Your answer should be the lines below from the one holding "from app.engine.compute import" through the one holding "from app.engine.scene import Box, Emitter, Enclosure, Grid", copied exactly and with nothing else.

-*-

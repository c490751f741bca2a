"""Walls: mirror images against flux conservation and a Monte Carlo reference; radiosity against the ray tally."""

import numpy as np
import pytest
from numpy.testing import assert_allclose

from app.engine.budget import photon_budget
from app.engine.compute import clear_caches, compute_scene
from app.engine.distributions import cosine_power, lambertian
from app.engine.mirror_images import _axis_weights, image_list
from app.engine.scene import Box, Emitter, Enclosure, Grid
from tests.engine.reference_tracer import sample_cos_power, sample_emitter, trace


def _overlap(points, start, extent, nbins):
    """(nbins, npoints) length of each point's cell inside each bin."""
    mid = 0.5 * (points[1:] + points[:-1])
    edges = np.concatenate([[start], mid, [start + extent]])
    bins = np.linspace(start, start + extent, nbins + 1)
    lo = np.maximum(edges[None, :-1], bins[:-1, None])
    hi = np.minimum(edges[None, 1:], bins[1:, None])
    return np.maximum(hi - lo, 0.0)


def binned(ppfd, grid, nx, ny):
    """Flux per bin of the engine's map (each point's cell split between the bins it overlaps)."""
    bx = _overlap(grid.x_m, grid.x0_m, grid.width_m, nx)
    by = _overlap(grid.y_m, grid.y0_m, grid.length_m, ny)
    return by @ ppfd @ bx.T


def test_image_weights_follow_the_walls_crossed():
    # Image i > 0 crosses the high wall first, then alternates: ρ_hi^ceil(i/2) ρ_lo^floor(i/2).
    w = _axis_weights(np.array([-3, -2, -1, 0, 1, 2, 3]), 0.5, 0.8)
    assert_allclose(w, [0.5**2 * 0.8, 0.5 * 0.8, 0.5, 1, 0.8, 0.8 * 0.5, 0.8**2 * 0.5])


def test_open_sides_have_no_images():
    e = Emitter("p", 0.5, 0.5, 1.0, 100.0, lambertian())
    g = Grid("g", 0, 0, 1, 1, 0, 0.1)
    enc = Enclosure(1, 1, 2, "specular", 0.95, frozenset({"left", "right", "front", "back"}))
    assert image_list(e, g, enc) == []


def test_perfect_mirror_box_delivers_all_flux_to_the_floor():
    # Flux conservation: vertical perfect mirrors around a downward emitter send every photon to the floor.
    clear_caches()
    enc = Enclosure(1.2192, 1.2192, 2.0, "specular", 1.0)
    e = Emitter("a", 0.4, 0.7, 0.5, 800.0, lambertian(), "bar_array", 0.6, 0.55, bar_count=4, bar_width_m=0.03)
    g = Grid("floor", 0, 0, 1.2192, 1.2192, 0.0, 0.0254)
    zl = compute_scene((e,), (g,), enc)[0]
    total = float((zl.ppfd * g.cell_area_m2).sum())
    assert_allclose(total, 800.0, rtol=0.01)


@pytest.mark.slow
def test_reflective_tent_matches_monte_carlo_reference():
    # Independent brute-force reference: Monte Carlo photons with mirror bounces (tests/engine/reference_tracer.py).
    clear_caches()
    W = 1.2192
    rho = 0.95
    enc = Enclosure(W, W, 2.0, "specular", rho)
    fixtures = [
        Emitter("a", 0.32, 0.61, 1.05, 650.0, lambertian(), "bar_array", 0.6, 0.55, 4, 0.03, rotation_deg=90),
        Emitter("b", 0.90, 0.61, 1.05, 650.0, cosine_power(2.0), "panel", 0.5, 0.4, rotation_deg=30),
    ]
    g = Grid("tent", 0, 0, W, W, 0.6, 0.0254)
    zl = compute_scene(tuple(fixtures), (g,), enc)[0]
    nx = ny = 8
    rng = np.random.default_rng(7)
    tally = np.zeros((ny, nx))
    n = 1_000_000
    for f in fixtures:
        o = sample_emitter(
            rng, n, f.x_m, f.y_m, f.z_m, f.shape, f.length_m, f.width_m, f.bar_count, f.bar_width_m, f.rotation_deg
        )
        d = sample_cos_power(rng, n, f.distribution.exponent)
        tally += trace(
            o,
            d,
            f.flux_umol_s / n,
            W,
            W,
            dict.fromkeys(("left", "right", "front", "back"), rho),
            (0, 0, W, W, 0.6, nx, ny),
        )
    ours = binned(zl.ppfd, g, nx, ny)
    rms = np.sqrt(np.mean((ours - tally) ** 2)) / tally.mean()
    assert rms < 0.02, f"RMS difference {rms:.3%}"


@pytest.mark.slow
def test_rack_with_shadowing_shelf_matches_monte_carlo_reference():
    # An open rack: a fixture over a tier, and a half-width shelf between them that shades part of it.
    clear_caches()
    enc = Enclosure(0.6, 1.2, 2.0, "absorbing", 0.0, frozenset({"left", "right", "front", "back"}))
    f = Emitter("s", 0.3, 0.6, 0.9, 200.0, cosine_power(1.5), "bar", 1.0, 0.03, rotation_deg=90)
    shelf = (0.0, 0.0, 0.55, 0.35, 0.6, 0.58)  # x0, y0, z0, x1, y1, z1
    # A 1 cm grid: at 1 inch, sampling the sharp shadow edge alone costs about 2.7 % RMS in these bins.
    g = Grid("tier", 0, 0, 0.6, 1.2, 0.3, 0.01)
    zl = compute_scene((f,), (g,), enc, (Box(*shelf),))[0]
    nx, ny = 6, 12
    rng = np.random.default_rng(11)
    n = 2_000_000
    o = sample_emitter(rng, n, f.x_m, f.y_m, f.z_m, "bar", f.length_m, f.width_m, rotation_deg=90)
    d = sample_cos_power(rng, n, f.distribution.exponent)
    tally = trace(
        o,
        d,
        f.flux_umol_s / n,
        0.6,
        1.2,
        dict.fromkeys(("left", "right", "front", "back"), 0.0),
        (0, 0, 0.6, 1.2, 0.3, nx, ny),
        boxes=(shelf,),
    )
    ours = binned(zl.ppfd, g, nx, ny)
    assert tally[0, 0] < 0.2 * tally[-1, -1]  # the shelf really shades the front-left corner
    rms = np.sqrt(np.mean((ours - tally) ** 2)) / tally.mean()
    assert rms < 0.02, f"RMS difference {rms:.3%}"


@pytest.mark.parametrize(
    "finish, rho, tol", [("specular", 0.95, 0.01), ("absorbing", 0.0, 0.01), ("diffuse", 0.8, 0.05)]
)
def test_map_integral_agrees_with_the_ray_tally(finish, rho, tol):
    # Two independent computations of the photons landing on the canopy: the integrated PPFD map,
    # and the ray tally of app.engine.budget. Matt walls use coarse radiosity patches: 5 % (stated in README).
    clear_caches()
    enc = Enclosure(3.0, 3.6, 2.4, finish, rho)
    fixtures = tuple(
        Emitter(f"p{k}", x, 1.8, 1.6, 560.0, lambertian(), "panel", 0.6, 0.6) for k, x in enumerate((0.9, 2.1))
    )
    g = Grid("bench", 0.4, 0.4, 2.2, 2.8, 0.9, 0.0254)
    zl = compute_scene(fixtures, (g,), enc)[0]
    b = photon_budget(fixtures, (g,), enc)
    mapped = float((zl.ppfd * g.cell_area_m2).sum())
    assert_allclose(mapped, b.zones_umol_s["bench"], rtol=tol)


def _mc_map(fixtures, W, L, rho_walls, canopy, boxes, n, seed):
    rng = np.random.default_rng(seed)
    tally = 0.0
    for f in fixtures:
        o = sample_emitter(
            rng, n, f.x_m, f.y_m, f.z_m, f.shape, f.length_m, f.width_m, f.bar_count, f.bar_width_m, f.rotation_deg
        )
        d = sample_cos_power(rng, n, f.distribution.exponent)
        tally = tally + trace(o, d, f.flux_umol_s / n, W, L, rho_walls, canopy, boxes=boxes)
    return tally


@pytest.mark.slow
@pytest.mark.parametrize("fan", [(0.03, 0.03, 0.75, 0.18, 0.18, 0.9), (0.5, 0.5, 0.7, 0.65, 0.65, 0.85)])
def test_mirror_tent_with_a_fan_matches_monte_carlo_reference(fan):
    # A 15 cm box (a clip fan) in a reflective-film tent: direct and mirrored light shadowed by the box
    # and its mirror copies, against photons traced with real bounces (tests/engine/reference_tracer.py).
    clear_caches()
    W, rho = 1.2192, 0.95
    enc = Enclosure(W, W, 2.0, "specular", rho)
    fixtures = (
        Emitter("a", 0.3148, 0.6096, 1.05, 420.0, lambertian(), "bar_array", 0.6, 0.55, 4, 0.03, rotation_deg=90),
        Emitter("b", 0.9044, 0.6096, 1.05, 420.0, lambertian(), "bar_array", 0.6, 0.55, 4, 0.03, rotation_deg=90),
    )
    g = Grid("tent", 0, 0, W, W, 0.6, 0.0254)
    zl = compute_scene(fixtures, (g,), enc, (Box(*fan),))[0]
    nx = ny = 12
    tally = _mc_map(
        fixtures,
        W,
        W,
        dict.fromkeys(("left", "right", "front", "back"), rho),
        (0, 0, W, W, 0.6, nx, ny),
        (fan,),
        1_500_000,
        5,
    )
    ours = binned(zl.ppfd, g, nx, ny)
    rms = np.sqrt(np.mean((ours - tally) ** 2)) / tally.mean()
    assert_allclose(ours.sum(), tally.sum(), rtol=0.01)
    assert rms < 0.03, f"RMS difference {rms:.3%}"
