"""Fixes offered by the analysis: every one, applied and analysed again, solves its zone and breaks nothing.

The verdict is re-derived here from the analysis' own grids and cell areas (the rule of app.service.verdict
written out again), so a fix that only looks solved through the same code path would still be caught. The
photoperiod arithmetic is checked against the DLI definition DLI = PPFD × h × 3600 / 10⁶ (Faust & Logan
(2018), HortScience 53(9):1250-1257).
"""

import numpy as np
import pytest

from app.engine.scene import Grid
from app.room.models import WALL_FINISHES
from app.room.roomfile import parse_room_file, to_json_bytes
from app.service.advice import apply_fix
from app.service.analysis import analyse
from app.service.planner import check_setup, curves, meets_target
from tests.conftest import sample_doc

SAMPLES = ["hobby-tent-peppers", "basement-two-benches", "research-chamber-metric", "three-tier-greens-rack"]


def variant(name: str, kind: str) -> dict:
    doc = sample_doc(name)
    room = doc["room"]
    if kind == "hot":  # every fixture at 100 % over a leafy crop (stress 700)
        for f in room["fixtures"]:
            f["dimming_pct"] = 100
        for z in room["zones"]:
            z.update(crop_id="lettuce", stage="vegetative")
    elif kind == "dark":  # a short day: the band's bottom is out of reach of the present settings
        room["schedule"]["photoperiod_h"] = 9
        for z in room["zones"]:
            z["photoperiod_h"] = None
    elif kind == "white":  # matt white paint (Lighting Research Center reflectance 0.90)
        room["wall_finish"] = WALL_FINISHES["white_paint"].model_dump()
        room["open_sides"] = []
    return doc


def independent_verdict(zone: dict, allowance: float) -> bool:
    """At most `allowance` of the area below the band, nothing above stress, average DLI not above the band."""
    g = zone["grid"]
    x, y = np.array(g["x_m"]), np.array(g["y_m"])
    x0, y0, w, length = zone["rect"]
    cells = Grid("z", x0, y0, w, length, 0.0, g["spacing_m"]).cell_area_m2
    assert cells.shape == (y.size, x.size)
    dli, ppfd = np.array(g["dli"]), np.array(g["ppfd"])
    share_dark = cells[dli < zone["target"]["dli_min"] - 0.006].sum() / cells.sum()  # grid rounded to 0.01
    hot = (ppfd > zone["target"]["ppfd_stress"] + 0.06).any()
    avg = (dli * cells).sum() / cells.sum()
    return share_dark <= allowance + 0.005 and not hot and avg <= zone["target"]["dli_max"] + 0.01


CASES = [(n, k) for n in SAMPLES for k in ("as is", "hot", "dark", "white")]


@pytest.mark.parametrize("name, kind", CASES)
def test_every_offered_fix_solves_its_zone_and_breaks_nothing(name, kind):
    rf = parse_room_file(to_json_bytes(variant(name, kind)))
    base = analyse(rf, with_fixes="all")  # every kind of fix, as check-my-setup asks for
    serious = {(w["code"], w["zone_id"]) for w in base["warnings"] if w["severity"] in ("warning", "error")}
    for z in base["zones"]:
        for fix in z.get("fixes", []):
            assert fix["verified"] and fix["action"] in ("set_photoperiod", "set_dimming", "set_height")
            if fix["action"] == "set_dimming":  # absolute settings in whole per cent, within the dimmer's range
                assert all(10 <= v <= 100 and v == int(v) for v in fix["fixtures"].values())
            after = analyse(apply_fix(rf, fix), with_fixes=False)
            zone = next(a for a in after["zones"] if a["id"] == z["id"])
            assert independent_verdict(zone, base["verdict"]["dark_allowance"]), (fix["text"], zone["dark"])
            new = {(w["code"], w["zone_id"]) for w in after["warnings"] if w["severity"] in ("warning", "error")}
            assert new <= serious, (fix["text"], new - serious)
            assert all(c["ok"] for c in after["circuits"]) or not all(c["ok"] for c in base["circuits"])
            assert f"{zone['dli']['avg']:.1f}" in fix["text"]  # the text states the resulting figures


def test_fixes_are_offered_at_all():
    """The loop above must have something to check: the hot and dark tents each get a verified fix (the live
    analysis offers the photoperiod kind, check-my-setup every kind)."""
    for kind, fixes in (("hot", "all"), ("dark", True)):
        a = analyse(parse_room_file(to_json_bytes(variant("hobby-tent-peppers", kind))), with_fixes=fixes)
        assert a["zones"][0].get("fixes"), kind
        warned = [w for w in a["warnings"] if w.get("fixes")]
        assert warned and warned[0]["fix"] == warned[0]["fixes"][0]["text"]


def test_dark_tent_photoperiod_fix_follows_the_dli_definition():
    rf = parse_room_file(to_json_bytes(variant("hobby-tent-peppers", "dark")))
    a = analyse(rf)
    z = a["zones"][0]
    fix = next(f for f in z["fixes"] if f["action"] == "set_photoperiod")
    ppfd = np.array(z["grid"]["ppfd"])
    # DLI [mol m⁻² d⁻¹] = PPFD × h × 3600 / 1e6 (Faust & Logan 2018): the figures at the new hours.
    np.testing.assert_allclose(fix["result"]["dli_avg"], z["ppfd"]["avg"] * fix["hours"] * 3600 / 1e6, rtol=1e-6)
    assert fix["hours"] % 0.25 == 0 and fix["hours"] > 9
    # One quarter hour less would leave more than the allowance dark (the nearest working setting).
    shorter = (ppfd * (fix["hours"] - 0.25) * 0.0036 < z["target"]["dli_min"]).mean()
    assert shorter > a["verdict"]["dark_allowance"] - 0.01


def test_impossible_target_says_so_and_why():
    # Tomato (20-30 mol) on the rack's middle tier: its strips already at 100 % and hung just under the shelf.
    doc = sample_doc("three-tier-greens-rack")
    zone_doc = next(z for z in doc["room"]["zones"] if z["id"] == "tier-2")
    zone_doc.update(crop_id="tomato", stage="flowering")
    a = analyse(parse_room_file(to_json_bytes(doc)), with_fixes="all")
    tier2 = next(z for z in a["zones"] if z["id"] == "tier-2")
    assert not tier2.get("fixes")
    why = " ".join(tier2["no_fix_because"])
    assert "no photoperiod reaches 20 mol" in why and "h needed" in why
    needed = float(why.split("the zone: ")[1].split(" h needed")[0])
    g = tier2["grid"]
    x0, y0, w_m, l_m = tier2["rect"]
    cells = Grid("t", x0, y0, w_m, l_m, 0.0, g["spacing_m"]).cell_area_m2.ravel()
    ppfd = np.array(g["ppfd"]).ravel()
    order = np.argsort(ppfd)  # the PPFD below which 10 % of the area lies (area-weighted quantile)
    p10 = ppfd[order][np.searchsorted(np.cumsum(cells[order]) / cells.sum(), 0.10)]
    assert needed == pytest.approx(20 / (p10 * 0.0036), rel=0.05)  # hours = DLI / (PPFD × 0.0036)
    w = next(w for w in a["warnings"] if w["code"] == "dark_zone" and w["zone_id"] == "tier-2")
    assert w["fix"].startswith("No setting fixes it")


def test_one_verdict_for_editor_check_and_planner():
    """The sample tent has 8 % of its area below the band: within the default allowance everywhere, and
    outside a 5 % allowance set in the room file, again everywhere."""
    doc = sample_doc("hobby-tent-peppers")
    rf = parse_room_file(to_json_bytes(doc))
    a = analyse(rf)
    assert 0.05 < a["zones"][0]["dark"]["share"] < 0.10
    assert a["verdict"] == {**a["verdict"], "dark_allowance": 0.10, "is_default": True}
    assert a["verdict"]["meets_target"] and meets_target(a) and check_setup(rf)["meets_target"]
    assert not [w for w in a["warnings"] if w["severity"] in ("warning", "error")]
    doc["room"]["dark_allowance"] = 0.05
    strict = parse_room_file(to_json_bytes(doc))
    b = analyse(strict)
    assert not b["verdict"]["meets_target"] and not meets_target(b) and not check_setup(strict)["meets_target"]
    assert any(w["code"] == "dark_zone" and w["severity"] == "warning" for w in b["warnings"])


def test_stacked_rack_curves_move_only_the_tiers_own_fixtures():
    rf = parse_room_file(to_json_bytes(sample_doc("three-tier-greens-rack")))
    c = curves(rf, "tier-1")
    assert c["fixtures"] == ["S1", "S2"]  # not all six strips stacked over the same rectangle
    # The bottom tier's strips hang 0.51 m above its canopy, 1 cm under the shelf at 0.65 m: the curve spans
    # from 0.10 m above the canopy up to there (the bug was 0.10-0.20 m, set by the top tier's room).
    assert c["current_above_canopy_m"] == pytest.approx(0.51, abs=1e-6)
    heights = [r["above_canopy_m"] for r in c["heights"]]
    assert heights[0] == pytest.approx(0.10) and heights[-1] == pytest.approx(0.65 - 0.01 - 0.13)


def test_stacked_rack_check_my_setup_counts_the_tiers_own_fixtures():
    rf = parse_room_file(to_json_bytes(sample_doc("three-tier-greens-rack")))
    r = check_setup(rf)
    for z in r["zones"]:
        assert len(z["fixtures"]) == 2  # each tier is lit by its own two strips
        for fix in z["fixes"]:
            if fix["action"] == "add_fixtures":
                assert set(fix["remove"]) == set(z["fixtures"])
                assert fix["change_in_count"] == len(fix["fixtures"]) - 2
                after = analyse(apply_fix(rf, fix), with_fixes=False)
                zone = next(a for a in after["zones"] if a["id"] == z["zone_id"])
                assert zone["verdict"]["meets_target"]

-*-

> _OUTPUT BELOW_
from app.engine.compute import clear_caches, compute_scene
from app.engine.distributions import cosine_power, lambertian
from app.engine.mirror_images import _axis_weights, image_list
from app.engine.scene import Box, Emitter, Enclosure, Grid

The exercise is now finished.